A paralisação havia sido provocada por Representação da Lei nº 8.666/1993 (Lei de Licitações e Contratos) formulada pela Coordenadoria de Acompanhamento de Atos de Gestão (CAGE), unidade técnica da Corte responsável pela fiscalização preventiva e concomitante dos atos praticados pelos administradores públicos paranaenses.
Ao analisarem o edital do certame, os auditores do Tribunal entenderam que a licitação não poderia ter sido realizada pois o serviço em questão não seria passível de terceirização. De acordo com a petição, "tendo em vista que o ICS é uma operadora de plano de saúde, o fornecimento de medicamentos a seus beneficiários é uma atividade-fim, não podendo ser executadas por terceiros", conforme previsto na Lei nº 9.656/1998 e na Resolução Normativa nº 465/2021 da Agência Nacional de Saúde Suplementar (ANS).
Reavaliação
Apesar de, em um primeiro momento, o relator do processo ter dado razão à argumentação apresentada pela CAGE, ele modificou seu entendimento após a prestação de esclarecimentos por parte do ICS a respeito do caso.
Para Linhares, aparentemente o novo modelo de aquisições de medicamentos almejado pela entidade não impedirá a atuação de sua equipe própria na parte mais relevantes da atividade, limitando-se à parcela residual de produtos que não puderem ser adquiridos pelo sistema de registro de preços do instituto.

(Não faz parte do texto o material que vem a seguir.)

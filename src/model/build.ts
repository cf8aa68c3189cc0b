/**
 * From a thermal case to the model the solver integrates: the ODE system in the eccentric anomaly,
 * the absorbed flux and instantaneous equilibrium of each state, the forcing cycle (one orbit, or
 * q orbits for a p:q spin–orbit resonance), the stiffness and the resolution the statistics need.
 */
import { STEFAN_BOLTZMANN } from "../constants.js";
import { requireNumber } from "../errors.js";
import type { ThermalCase } from "./thermalCase.js";
import { DAYSIDE_FACTOR, DayNightBalance } from "../physics/dayNight.js";
import { LumpedBalance, radiativeTimeSeconds } from "../physics/energyBalance.js";
import type { LumpedRegime } from "../physics/flux.js";
import { bandForcing, lumpedForcing, orbitMeanByQuadrature, pointForcing, type Forcing } from "../physics/forcing.js";
import { solarDaySeconds } from "../physics/geometry.js";
import { checkOrbit, meanMotion } from "../physics/orbit.js";
import type { OdeSystem } from "../solve/system.js";

const TWO_PI = 2 * Math.PI;

export interface ThermalModel {
  system: OdeSystem;
  /** Names of the state components: ["surface"], or ["day", "night"]. */
  stateNames: readonly string[];
  /** Orbits in one forcing cycle. */
  cycleOrbits: number;
  /** False when the spin is not commensurate with the orbit: no exact cycle exists. */
  commensurate: boolean;
  /** dt/dE, s rad⁻¹. */
  timePerAnomaly(E: number): number;
  /** Stellar power absorbed by state i at E, W m⁻² (before exchange; no internal heat). */
  absorbedAt(E: number, state: number): number;
  /** Instantaneous equilibrium of every state at E, K, into `out`. */
  equilibriumAt(E: number, out: Float64Array): void;
  /** εσ, W m⁻² K⁻⁴. */
  emissionCoefficient: number;
  internalFluxWPerM2: number;
  /** Cycle-mean stellar absorbed flux of the whole model (all states together), W m⁻². */
  meanAbsorbedWPerM2: number;
  /** Equilibrium of the cycle-mean absorbed flux of state 0, K (a temperature scale). */
  meanFluxEquilibriumK: number;
  /** τ = C/(4εσT³) at that temperature, s. */
  radiativeTimeSeconds: number;
  /** max |∂f/∂y| over the cycle × the cycle length in E: about the cycle over τ. */
  stiffness: number;
  /** Statistics grid resolution. */
  statsPointsPerOrbit: number;
  /** True when the absorbed flux has corners (sunrise, sunset, polar night): means then split intervals there. */
  forcingHasCorners: boolean;
  /** Mean solar day, s; null when synchronous; undefined for regimes without a spin. */
  solarDaySeconds?: number | null;
}

/**
 * Statistics grid, points per orbit in E. The periastron peak of the integrand has a width in E of
 * about √(2(1 − e)), so the grid grows as that width shrinks (256 points up to e = 0.6, 512 at
 * e = 0.9, 8192 at e = 0.999); a spinning point needs at least 96 points per solar day on top:
 * its temperature has a corner in the second derivative at sunrise and sunset, where the
 * trapezoidal rule drops to third order (measured on points with 0.7–1.8-day solar days: the
 * energy residual is 9e-8 with 48 points per day, 4e-9–8e-9 with 96).
 */
const STATISTICS_POINTS_PER_SOLAR_DAY = 96;

function statisticsPointsPerOrbit(eccentricity: number, solarDaysPerOrbit: number, corners: boolean): number {
  const width = Math.sqrt(2 * (1 - eccentricity));
  const forPeriastron = Math.min(8192, Math.max(256, Math.ceil((512 * Math.sqrt(0.2)) / width / 64) * 64));
  // Sunrise and sunset put corners in the integrands, where the rules lose their order: more points.
  const forCorners = corners ? 2048 : 0;
  return Math.min(1 << 20, Math.max(forPeriastron, forCorners, Math.ceil(STATISTICS_POINTS_PER_SOLAR_DAY * solarDaysPerOrbit)));
}

/** Greatest common divisor of two non-negative integers. */
export function gcd(a: number, b: number): number {
  return b === 0 ? a : gcd(b, a % b);
}

/** Cycle of a spin: q orbits for a p:q resonance (or a period within 1e-9 of one, q ≤ 16); else not commensurate. */
function spinCycle(spinRate: number, n: number, ratio?: { spin: number; orbit: number }): { orbits: number; commensurate: boolean } {
  if (ratio) return { orbits: ratio.orbit / gcd(ratio.spin, ratio.orbit), commensurate: true };
  const r = spinRate / n;
  for (let q = 1; q <= 16; q++) {
    const p = Math.round(r * q);
    if (p > 0 && Math.abs(r * q - p) <= 1e-9 * r * q) return { orbits: q / gcd(p, q), commensurate: true };
  }
  return { orbits: 1, commensurate: false };
}

export function buildThermalModel(thermal: ThermalCase): ThermalModel {
  checkOrbit(thermal.orbit);
  requireNumber("star.luminosity", thermal.star.luminosityW, (l) => l > 0, "L > 0 W");
  const { orbit, surface, star } = thermal;
  const q = surface.internalFluxWPerM2;
  const emission = surface.emissivity * STEFAN_BOLTZMANN;
  const n = meanMotion(orbit);
  const e = orbit.eccentricity;
  // ε is validated by the balances' constructors (checkSurface) before teqOf is first used.
  const teqOf = (absorbed: number): number => Math.sqrt(Math.sqrt((absorbed + q) / emission));

  if (thermal.regime === "daynight") {
    const exchange = thermal.exchange ?? { recirculation: 0, coefficientWPerM2K: 0, weighting: "uniform" as const };
    requireNumber("body.recirculation", exchange.recirculation, (r) => r >= 0 && r <= 1, "0 ≤ ε ≤ 1");
    requireNumber("body.exchangeCoefficient", exchange.coefficientWPerM2K, (k) => k >= 0, "k ≥ 0 W m⁻² K⁻¹");
    const balance = new DayNightBalance(orbit, surface, star.luminosityW, exchange);
    const meanAbsorbable = orbitMeanByQuadrature((E) => balance.absorbable(E), e, 1, 1024);
    const dayMean = meanAbsorbable * DAYSIDE_FACTOR[exchange.weighting];
    const scaleK = teqOf(dayMean);
    const tau = radiativeTimeSeconds(surface.heatCapacityJPerM2K, surface.emissivity, scaleK);
    return {
      system: balance,
      stateNames: ["day", "night"],
      cycleOrbits: 1,
      commensurate: true,
      timePerAnomaly: (E) => balance.timePerAnomaly(E),
      absorbedAt: (E, i) => balance.absorbedOn(E, i as 0 | 1),
      equilibriumAt: (E, out) => balance.equilibrium(E, out),
      emissionCoefficient: emission,
      internalFluxWPerM2: q,
      meanAbsorbedWPerM2: dayMean,
      meanFluxEquilibriumK: scaleK,
      radiativeTimeSeconds: tau,
      stiffness: stiffnessOf(balance, 1, (E, y) => balance.equilibrium(E, y)),
      statsPointsPerOrbit: statisticsPointsPerOrbit(e, 0, false),
      forcingHasCorners: false,
    };
  }

  let forcing: Forcing;
  let cycleOrbits = 1;
  let commensurate = true;
  let solarDay: number | null | undefined;
  let solarDaysPerOrbit = 0;
  const location = thermal.location ?? { latitudeRad: 0, longitudeRad: 0 };
  const spin = thermal.spin ?? { rateRadPerSecond: n, ratio: { spin: 1, orbit: 1 }, obliquityRad: 0, equinoxTrueAnomalyRad: 0 };
  if (thermal.regime === "band") {
    forcing = bandForcing(surface.albedo, star.luminosityW, orbit, location.latitudeRad, spin.obliquityRad, spin.equinoxTrueAnomalyRad);
  } else if (thermal.regime === "point") {
    requireNumber("spin.period", spin.rateRadPerSecond, (w) => w > 0, "a spin period > 0 s");
    const cycle = spinCycle(spin.rateRadPerSecond, n, spin.ratio);
    cycleOrbits = cycle.orbits;
    commensurate = cycle.commensurate;
    solarDay = solarDaySeconds(spin.rateRadPerSecond, n);
    solarDaysPerOrbit = solarDay === null ? 0 : orbit.periodSeconds / solarDay;
    forcing = pointForcing(surface.albedo, star.luminosityW, orbit, location.latitudeRad, location.longitudeRad, spin, cycleOrbits);
  } else {
    forcing = lumpedForcing(thermal.regime as LumpedRegime, surface.albedo, star.luminosityW, orbit);
  }
  const balance = new LumpedBalance(orbit, surface, forcing);
  const scaleK = teqOf(forcing.meanAbsorbedWPerM2);
  const corners = thermal.regime === "band" || thermal.regime === "point";
  const model: ThermalModel = {
    system: balance,
    stateNames: ["surface"],
    cycleOrbits,
    commensurate,
    timePerAnomaly: (E) => balance.timePerAnomaly(E),
    absorbedAt: (E) => forcing.absorbedAt(E),
    equilibriumAt: (E, out) => {
      out[0] = teqOf(forcing.absorbedAt(E));
    },
    emissionCoefficient: emission,
    internalFluxWPerM2: q,
    meanAbsorbedWPerM2: forcing.meanAbsorbedWPerM2,
    meanFluxEquilibriumK: scaleK,
    radiativeTimeSeconds: radiativeTimeSeconds(surface.heatCapacityJPerM2K, surface.emissivity, scaleK),
    stiffness: 0,
    statsPointsPerOrbit: statisticsPointsPerOrbit(e, solarDaysPerOrbit, corners),
    forcingHasCorners: corners,
  };
  if (solarDay !== undefined) model.solarDaySeconds = solarDay;
  model.stiffness = stiffnessOf(balance, cycleOrbits, model.equilibriumAt);
  return model;
}

/** max |∂f/∂y| × cycle length, probing the system at its instantaneous equilibrium around the cycle. */
function stiffnessOf(system: OdeSystem, cycleOrbits: number, equilibriumAt: (E: number, out: Float64Array) => void): number {
  const d = system.dimension;
  const y = new Float64Array(d);
  const jac = new Float64Array(d * d);
  let worst = 0;
  const probes = 64 * cycleOrbits;
  for (let k = 0; k < probes; k++) {
    const E = (TWO_PI * cycleOrbits * k) / probes;
    equilibriumAt(E, y);
    for (let i = 0; i < d; i++) if (!(y[i]! > 0)) y[i] = 1; // a dark nightside: probe at 1 K instead of 0
    system.jacobian(E, y, jac);
    let rowMax = 0;
    for (let i = 0; i < d * d; i++) rowMax = Math.max(rowMax, Math.abs(jac[i]!));
    worst = Math.max(worst, rowMax);
  }
  return worst * TWO_PI * cycleOrbits;
}
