export function slabCycle(thermal: ThermalCase, model: SlabModel, request: CycleRequest): ConvergedCycle {
  const { orbit } = thermal;
  const n = model.system.dimension;
  const rtol = request.relativeTolerance;
  const mode: SolverReport["mode"] = request.transient ? "transient" : model.commensurate ? "periodic" : "seasonal";
  checkHeated(model, mode);
  const startE = request.startE;
  // A seasonal run is summarised over the beat of spin and orbit: enough orbits that the time of
  // day at a given orbital phase comes back (within 2 % of a day), so the summary does not depend
  // on which orbit it happens to take.
  const beat = mode === "seasonal" ? beatOrbits(model.solarDaySeconds ? orbit.periodSeconds / model.solarDaySeconds : 0, model.statsPointsPerOrbit) : 1;
  const spanOrbits = request.transient ? request.transient.orbits : mode === "periodic" ? model.cycleOrbits : beat;
  const summaryOrbits = mode === "periodic" ? model.cycleOrbits : mode === "seasonal" ? beat : 1;
  const sampleCount = request.samples(spanOrbits);

  const scale = new Float64Array(n).fill(model.meanFluxEquilibriumK);
  // A fast-spinning point sees thousands of sunrises per orbit, each needing its own steps.
  const solarDaysPerOrbit = model.solarDaySeconds ? orbit.periodSeconds / model.solarDaySeconds : 0;
  const maxStepsPerOrbit = Math.max(MIN_STEP_CAP, STEPS_PER_SOLAR_DAY * solarDaysPerOrbit);
  const work: SolverWork = emptyWork();
  let runStartE = startE; // where the sampled span starts (seasonal mode: the last orbit)
  let sampledOrbits = spanOrbits;

  if (mode === "periodic" && model.independentCells) {
    // Block-diagonal Jacobian: each cell's periodic state on its own, sampled on the shared grids.
    const y0 = guessStart(model, thermal);
    const grids = makeGrids(orbit, startE, spanOrbits, summaryOrbits, sampleCount, model.statsPointsPerOrbit, n);
    const xs = grids.dense.xs;
    const one = { xs, ys: new Float64Array(xs.length), components: 1 };
    let iterations = 0;
    let cycles = 0;
    let residual = 0;
    let odeTol = 0;
    let integrator: IntegratorName | undefined;
    const cellCount = model.independentCells.length;
    model.independentCells.forEach((system, i) => {
      request.progress?.part(i / cellCount, 1 / cellCount);
      // A cell that nothing heats (a night side with no exchange and no internal flux) has the
      // periodic state 0 K: radiative cooling alone only approaches it, so it is set, not shot.
      if (isDark(model, i)) {
        for (let k = 0; k < xs.length; k++) grids.dense.ys[k * n + i] = 0;
        return;
      }
      const result = solvePeriodic(
        {
          system,
          start: startE,
          cycleLength: TWO_PI * model.cycleOrbits,
          guess: Float64Array.of(y0[i]!),
          scale: Float64Array.of(model.meanFluxEquilibriumK),
          stiffness: model.stiffness,
          maxStepsPerCycle: maxStepsPerOrbit * model.cycleOrbits,
          forcingHasCorners: model.forcingHasCorners,
          ...breakpointsOf(model, startE, [i]),
          memoryEstimate: -Math.expm1((-model.cycleOrbits * orbit.periodSeconds) / model.radiativeTimeSeconds),
        },
        { relativeTolerance: rtol, samples: one, ...(request.integrator ? { integrator: request.integrator } : {}), ...onCycle(request.progress, TYPICAL_SHOOTING_CYCLES) },
      );
      for (let k = 0; k < xs.length; k++) grids.dense.ys[k * n + i] = one.ys[k]!;
      addWork(work, result.work);
      iterations = Math.max(iterations, result.iterations);
      cycles += result.cyclesIntegrated;
      residual = Math.max(residual, result.periodicityResidual ?? 0);
      odeTol = Math.max(odeTol, result.odeRelativeTolerance);
      integrator = result.integrator;
    });
    const solver = report("periodic", integrator!, rtol, odeTol, iterations, cycles * model.cycleOrbits, residual, work);
    return converged(model, grids, solver, 0);
  }

  if (mode === "periodic") {
    const y0 = guessStart(model, thermal);
    const grids = makeGrids(orbit, startE, spanOrbits, summaryOrbits, sampleCount, model.statsPointsPerOrbit, n);
    // Coupled cells: the dense variational equations for a few, matrix-free Newton–Krylov for many.
    const krylov = (request.periodicMethod ?? choosePeriodicMethod(n)) === "newton-krylov";
    if (!krylov && n > MOST_DENSE_CELLS) {
      throw new CalorbitError("INVALID_ARGUMENT", `the dense periodic solve of ${n} coupled cells would integrate ${n + n * n} components`, [
        { path: "periodicMethod", given: "dense", allowed: `newton-krylov above ${MOST_DENSE_CELLS} coupled cells (dense: at most ${MOST_DENSE_CELLS})` },
      ]);
    }
    const result = (krylov ? solvePeriodicKrylov : solvePeriodic)(
      {
        system: model.system,
        start: startE,
        cycleLength: TWO_PI * model.cycleOrbits,
        guess: y0,
        scale,
        stiffness: model.stiffness,
        maxStepsPerCycle: maxStepsPerOrbit * model.cycleOrbits,
        forcingHasCorners: model.forcingHasCorners,
        ...breakpointsOf(model, startE, model.stateNames.map((_, i) => i)),
        memoryEstimate: krylov
          ? slowestMemory(model, y0, orbit.periodSeconds)
          : -Math.expm1((-model.cycleOrbits * orbit.periodSeconds) / model.radiativeTimeSeconds),
      },
      {
        relativeTolerance: rtol,
        samples: grids.dense,
        ...(request.integrator ? { integrator: request.integrator } : {}),
        ...onCycle(request.progress, krylov ? TYPICAL_KRYLOV_CYCLES : TYPICAL_SHOOTING_CYCLES),
      },
    );
    addWork(work, result.work);
    const solver = report("periodic", result.integrator, rtol, result.odeRelativeTolerance, result.iterations, result.cyclesIntegrated * model.cycleOrbits, result.periodicityResidual, work);
    return converged(model, grids, solver, 0);
  }

  const integrator = request.integrator ?? chooseCellsIntegrator(model.stiffness / model.cycleOrbits, n, model.forcingHasCorners);
  const odeTol = plainOdeTolerance(rtol, model.forcingHasCorners);
  const y = request.transient ? new Float64Array(n).fill(request.transient.startK) : guessStart(model, thermal);
  let orbitsIntegrated = 0;
  let change: number | null = null;
  if (mode === "seasonal") {
    // No exact cycle: the time of day at a given orbital phase drifts from orbit to orbit, so the
    // state never repeats. Integrate until the start has been forgotten: memory decays as
    // exp(−t/τ), τ taken 8× the mean-temperature value to cover cold nights (τ ∝ T⁻³).
    const memoryOrbits = (8 * model.radiativeTimeSeconds * Math.log(1 / rtol)) / orbit.periodSeconds;
    const spinUpOrbits = Math.ceil(Math.min(MAX_SEASONAL_ORBITS, Math.max(1, memoryOrbits)));
    const probe = makeGrids(orbit, startE, 1, 1, 0, model.statsPointsPerOrbit, n);
    let previousMean = NaN;
    while (orbitsIntegrated < spinUpOrbits) {
      const from = startE + TWO_PI * orbitsIntegrated;
      const shifted = Float64Array.from(probe.statsE, (E) => E + TWO_PI * orbitsIntegrated);
      const ys = new Float64Array(shifted.length * n);
      addWork(work, integrateCycle(model.system, integrator, from, from + TWO_PI, y, odeTol, scale, { xs: shifted, ys, components: n }, maxStepsPerOrbit));
      orbitsIntegrated++;
      request.progress?.report(orbitsIntegrated / (spinUpOrbits + beat), "seasonal");
      const t0 = Float64Array.from({ length: shifted.length }, (_, k) => ys[k * n]!);
      const dtdE = Float64Array.from(shifted, (E) => model.timePerAnomaly(E));
      const mean = timeMean(t0, dtdE);
      change = Math.abs(mean - previousMean) / mean;
      previousMean = mean;
    }
    runStartE = startE + TWO_PI * orbitsIntegrated;
    sampledOrbits = beat;
  }
  const elapsedSeconds = orbitsIntegrated * orbit.periodSeconds;
  const grids = makeGrids(orbit, runStartE, sampledOrbits, summaryOrbits, sampleCount, model.statsPointsPerOrbit, n);
  addWork(
    work,
    integrateCycle(model.system, integrator, runStartE, runStartE + TWO_PI * sampledOrbits, y, odeTol, scale, grids.dense, maxStepsPerOrbit * sampledOrbits),
  );
  orbitsIntegrated += sampledOrbits;
  const solver = report(mode, integrator, rtol, odeTol, 0, orbitsIntegrated, change, work);
  const cycle = converged(model, grids, solver, elapsedSeconds);
  if (mode === "seasonal") cycle.seasonal = { orbits: beat, orbitMeanK: orbitMeanSpread(model, cycle.statsE, cycle.statsY, beat) };
  return cycle;
}
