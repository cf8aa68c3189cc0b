/**
 * A thermal case: everything the engine needs, validated and in SI units. The scenario module
 * builds it from a file; a script can build it directly. Nothing here knows about files.
 */
import type { ColumnProperties, GridControls } from "../physics/column.js";
import type { HeatExchange } from "../physics/dayNight.js";
import type { SurfaceProperties } from "../physics/energyBalance.js";
import { LUMPED_REGIMES } from "../physics/flux.js";
import type { Orbit } from "../physics/orbit.js";
import type { Star } from "../physics/star.js";

/** Every regime calorbit integrates. */
export const REGIMES = [...LUMPED_REGIMES, "daynight", "band", "point"] as const;
export type Regime = (typeof REGIMES)[number];

export interface SpinSpec {
  /** Sidereal rotation rate Ω, rad s⁻¹ (> 0). */
  rateRadPerSecond: number;
  /** Spin:orbit ratio p:q in lowest terms when the spin was given as a resonance. */
  ratio?: { spin: number; orbit: number };
  /** Obliquity θ, rad, 0 ≤ θ ≤ π. */
  obliquityRad: number;
  /** True anomaly at the northern spring equinox, rad. */
  equinoxTrueAnomalyRad: number;
}

export interface SurfaceLocation {
  /** Latitude φ, rad, −π/2 ≤ φ ≤ π/2. */
  latitudeRad: number;
  /** Longitude λ, rad, east of the meridian under the star at periastron. */
  longitudeRad: number;
}

export interface ThermalCase {
  name: string;
  star: Star;
  orbit: Orbit;
  surface: SurfaceProperties;
  regime: Regime;
  /** Optional temperature window [low, high], K, for the time-in-range statistic. */
  windowK?: readonly [number, number];
  /** Spin (band: obliquity and axis; point: all of it). Default: synchronous, no obliquity. */
  spin?: SpinSpec;
  /** Where on the surface (band: latitude; point: latitude and longitude). Default 0, 0. */
  location?: SurfaceLocation;
  /** Day/night heat exchange (daynight regime). Default: no exchange, uniform dayside. */
  exchange?: HeatExchange;
  /** A conduction column under the surface, in place of the lumped heat capacity. */
  column?: ColumnSpec;
}

export interface ColumnSpec {
  properties: ColumnProperties;
  grid: GridControls;
  /** Depths at which to report temperature series, m. */
  outputDepthsM: readonly number[];
  /** Heat flux into the bottom, W m⁻². */
  interiorFluxWPerM2: number;
}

Dessa forma, ficou afastada, a princípio, a ocorrência de possível terceirização indevida de atividade-fim por parte do ICS. Do mesmo modo, o conselheiro entendeu, em caráter liminar, que a contratação proposta não é capaz de gerar maiores custos à entidade em comparação com as aquisições de medicamentos conduzidas atualmente por seu corpo técnico.
Determinação
Mesmo assim, o relator resolveu determinar cautelarmente que o instituto mantenha, de forma preferencial, a realização de licitações pelo sistema de registro de preços para aquisição de medicamentos, limitando o novo modelo proposto à compra residual de fármacos que não puder ser feita pela maneira tradicional, desde que não se supere em 10% o dispêndio total da entidade com remédios.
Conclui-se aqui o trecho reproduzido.